2.1. Study Population

We retrospectively studied a cohort of 619 patients with imaging‐confirmed acute ischemic stroke who were consecutively referred to the Dijon University Hospital in France between November 2018 and March 2021.

Patients were excluded if they were younger than 18 years, if contrast‐enhanced CT could not be performed (pregnancy, renal disease, or allergy to iodinated contrast). Only patients with a diagnosis of AF, whether in the history, during hospitalization, or at follow‐up, were included.

The study was conducted in accordance with the Declaration of Helsinki. Institutional policy did not require Institutional Review Board approval.

2.2. Imaging Modalities

All patients with a suspicion of ischemic stroke underwent an emergency combined brain and cardiac CT, according to the Dijon University Hospital protocol (Aquilion ONE GENESIS, Canon Medical Systems, Otawara, Japan) [11].

2.3. Image Analysis

Images were analyzed by two radiologists using a workstation (Centricity Universal Viewer, GE Healthcare, General Electric Company, United States, version 6.0).

Magnetic resonance imaging (MRI) was performed if a normal brain CT could not solely exclude the stroke diagnosis. Acute stroke was defined on CT by low density corresponding to a vascular territory or prolonged time to peak on the perfusion CT, and on MRI by intense high signal on diffusion‐weighted imaging. The diagnosis was made by a neurologist based on the imaging results and the hospital discharge summary.

In the anterior circulation, LVO was defined as occlusion of the terminal intracranial internal carotid artery, M1 and M2 segments of the middle cerebral artery (including tandem occlusions), or A1 and A2 segments of the anterior cerebral artery. In the posterior circulation, LVO was defined as occlusion of the basilar artery or P1 segment of the posterior cerebral artery [13].

A radiologist with expertise in cardiac and neurological imaging was consulted to review the LAA, and any discrepancies were resolved through consensus.

The volume and attenuation of EAT were determined by manual contouring of the pericardium on axial sections to create a volume. Based on the results of previous studies, a window between −200 and −50HU was defined for the purpose of isolating fat tissue [10, 14]. The software automatically calculated the volume and attenuation of the EAT.

The LAV and LA surface were measured using the same contouring method as previously described [10].

2.4. Clinical Data

Medical records were reviewed to determine baseline clinical characteristics and medication status at the time of discharge.

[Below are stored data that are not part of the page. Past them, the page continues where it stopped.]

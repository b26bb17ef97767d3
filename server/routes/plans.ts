/**
 * A level's plan image (issue 7). Paths under /api/jobs/:jobId/levels/:levelId:
 * GET    /plan[?v=N]  every role on the job → the image (image/png or image/jpeg), nosniff, ETag;
 *                     with v = the current plan version the answer may be cached for a year;
 *                     404 when the level has no plan (or is not on this job)
 * POST   /plan        GC manager, inspector; multipart/form-data with one file in `file`
 *                     (PNG, JPEG or PDF, type from the bytes, at most 15 MB); Idempotency-Key;
 *                     optional If-Match (the level's ETag) to refuse replacing a newer plan
 *                     → 201 LevelDto (with `plan`), ETag of the level
 * DELETE /plan        GC manager; If-Match (the level's ETag) → 204; 404 when there is no plan
 *
 * Pins are fields of units (PATCH /units/:unitId {pinX, pinY}) and findings (POST with pinX/pinY,
 * PATCH {pin: {x, y} | null}); they are fractions of the plan's width and height, so they keep
 * their place when a plan is replaced by a revision of the same sheet, and stay when a plan is
 * deleted (a new upload shows them again).
 *
 * Processing and storage: server/services/plans.ts. The upload is authorised before its body is
 * read (policy, per-user upload rate, the level exists on the job), and the file goes to a
 * temporary file, never memory (server/middleware/upload.ts).
 */
import { readFile } from 'node:fs/promises';
import { Router, type NextFunction, type Request, type RequestHandler, type Response } from 'express';
import multer from 'multer';
import type { z } from 'zod';
import { planImageQuerySchema } from '../../shared/schemas/board';
import { levelParamsSchema } from '../../shared/schemas/setup';
import { badRequest, HttpError, notFound } from '../errors';
import { createUploadGuard, tempFileMulter, UploadFolderError, type UploadedFile, type UploadGuard } from '../middleware/upload';
import { valid, validate } from '../middleware/validate';
import { policy } from '../policies';
import { alreadyAnswered, idempotentWrite, replayIfAnswered } from '../services/idempotency';
import { levelDto } from '../services/levels';
import { pendingUploads } from '../services/pendingUploads';
import { attachPlan, detachPlan, levelIsOnJob, PLAN_MAX_BYTES, processPlan, removePlanObject, sendPlan, storedPlanOf, withStoredPlan } from '../services/plans';
import { inTransaction, sequelizeOf } from '../services/records';
import { setEtag } from '../services/versioning';
import type { ObjectStore } from '../storage/types';

export interface PlansRouterOptions {
  store: ObjectStore;
  /** Per-user upload limits and temporary files, shared by every upload route of the app. */
  uploads?: UploadGuard;
  log?: (message: string, err?: unknown) => void;
}

const PATH = '/jobs/:jobId/levels/:levelId/plan';
const MB = 1024 * 1024;

/** Largest body worth reading: the file at its limit plus the multipart framing. */
const MAX_PLAN_BODY_BYTES = PLAN_MAX_BYTES + 64 * 1024;

/** multipart/form-data with exactly one file in `file` and no other fields, into a temporary file. */
const uploadPlan = (tempRoot: string): RequestHandler => {
  const parser = tempFileMulter(tempRoot, { fileSize: PLAN_MAX_BYTES, files: 1, fields: 0, parts: 1, fieldNameSize: 100 }).single('file');
  return (req, res, next) => {
    if (!req.is('multipart/form-data')) {
      return next(new HttpError(415, 'unsupported_media_type', 'Send the plan as multipart/form-data with the file in "file".'));
    }
    if (Number(req.get('content-length') ?? 0) > MAX_PLAN_BODY_BYTES) {
      res.set('Connection', 'close');
      return next(new HttpError(413, 'file_too_large', `A plan file must be at most ${PLAN_MAX_BYTES / MB} MB.`));
    }
    parser(req, res, (err?: unknown) => {
      if (!err) return next();
      if (err instanceof UploadFolderError) return next(err);
      if (err instanceof multer.MulterError) {
        switch (err.code) {
          case 'LIMIT_FILE_SIZE':
            return next(new HttpError(413, 'file_too_large', `A plan file must be at most ${PLAN_MAX_BYTES / MB} MB.`));
          case 'LIMIT_FILE_COUNT':
          case 'LIMIT_PART_COUNT':
          case 'LIMIT_FIELD_COUNT':
          case 'LIMIT_UNEXPECTED_FILE':
          case 'LIMIT_FIELD_KEY':
            return next(badRequest('file: Send exactly one file, in the "file" field, and nothing else.', { file: 'Send one plan file.' }));
          default:
            break;
        }
      }
      next(new HttpError(400, 'malformed_upload', 'The upload could not be read: the form data is malformed or incomplete.'));
    });
  };
};

/** Before the body is read: the level must be on the job (404). A retry of an answered key goes on to its replay. */
async function levelTarget(req: Request, _res: Response, next: NextFunction) {
  if (await alreadyAnswered(req)) return next();
  const { levelId } = valid<z.infer<typeof levelParamsSchema>>(req.valid.params);
  if (!(await levelIsOnJob(req.membership!.job.id, levelId))) return next(notFound('Level not found.'));
  next();
}

export function plansRouter(options: PlansRouterOptions): Router {
  const { store } = options;
  const log = options.log ?? ((m: string, e?: unknown) => console.error(m, e));
  const uploads = options.uploads ?? createUploadGuard();
  const router = Router();

  router.get(PATH, policy.jobMember(), validate({ params: levelParamsSchema, query: planImageQuerySchema }), async (req, res) => {
    const { levelId } = valid<z.infer<typeof levelParamsSchema>>(req.valid.params);
    const { v } = valid<z.infer<typeof planImageQuerySchema>>(req.valid.query);
    const plan = await storedPlanOf(req.membership!.job.id, levelId);
    await sendPlan(store, res, plan, v, req.get('if-none-match'));
  });

  router.post(PATH, policy.jobMember(['gc_manager', 'inspector']), validate({ params: levelParamsSchema }), uploads.rate, levelTarget, uploadPlan(uploads.tempRoot), async (req, res) => {
    const { levelId } = valid<z.infer<typeof levelParamsSchema>>(req.valid.params);
    const jobId = req.membership!.job.id;
    const file = req.file as UploadedFile | undefined;
    if (!file) throw badRequest('file: Choose the plan file (PNG, JPEG or PDF).', { file: 'Choose the plan file.' });
    // The idempotency fingerprint covers the file's SHA-256 (uploadDigests): the same key with another file is refused (422).

    // A retry of a request that already succeeded: replay its answer, convert and store nothing.
    if (await replayIfAnswered(req, res)) return;
    // The level was found before the body was read (levelTarget); it is locked and checked again below.
    const plan = await processPlan(await readFile(file.path));
    let replacedKey: string | null = null;
    await withStoredPlan(
      store,
      levelId,
      plan,
      async (key, claim) => {
        await idempotentWrite(req, res, async (transaction) => {
          const write = { transaction, jobId, ifMatch: req.get('if-match') };
          const done = await attachPlan(write, { levelId, key, plan, uploadedBy: req.user!.id, at: new Date(), claim });
          replacedKey = done.replacedKey;
          setEtag(res, done.level.version);
          return { status: 201, body: await levelDto(done.level, transaction) };
        });
      },
      { pending: pendingUploads(sequelizeOf(req)), log },
    );
    await removePlanObject(store, replacedKey, log);
  });

  router.delete(PATH, policy.jobMember(['gc_manager']), validate({ params: levelParamsSchema }), async (req, res) => {
    const { levelId } = valid<z.infer<typeof levelParamsSchema>>(req.valid.params);
    const jobId = req.membership!.job.id;
    const removedKey = await inTransaction(req, (transaction) => detachPlan({ transaction, jobId, ifMatch: req.get('if-match') }, levelId));
    await removePlanObject(store, removedKey, log);
    res.status(204).end();
  });

  return router;
}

Stroke severity was evaluated using the National Institutes of Health Stroke Scale (NIHSS) score.

2.5. Follow‐Up

Patients were scheduled for outpatient visits with a neurologist at 6 months and then annually until further notice, at which point additional visits would be scheduled as needed.

Patients who received an implantable cardiac monitor (ICM) were scheduled for a follow‐up visit with a cardiologist at 6 weeks and then at 3‐month intervals or via remote monitoring for a minimum of 2 years.

2.6. Statistical Analysis

Statistical results for categorical variables are presented as percentages (%), for continuous variables as means ± standard deviation for normal distribution, and as medians (first quartile—third quartile) for non‐normal distribution.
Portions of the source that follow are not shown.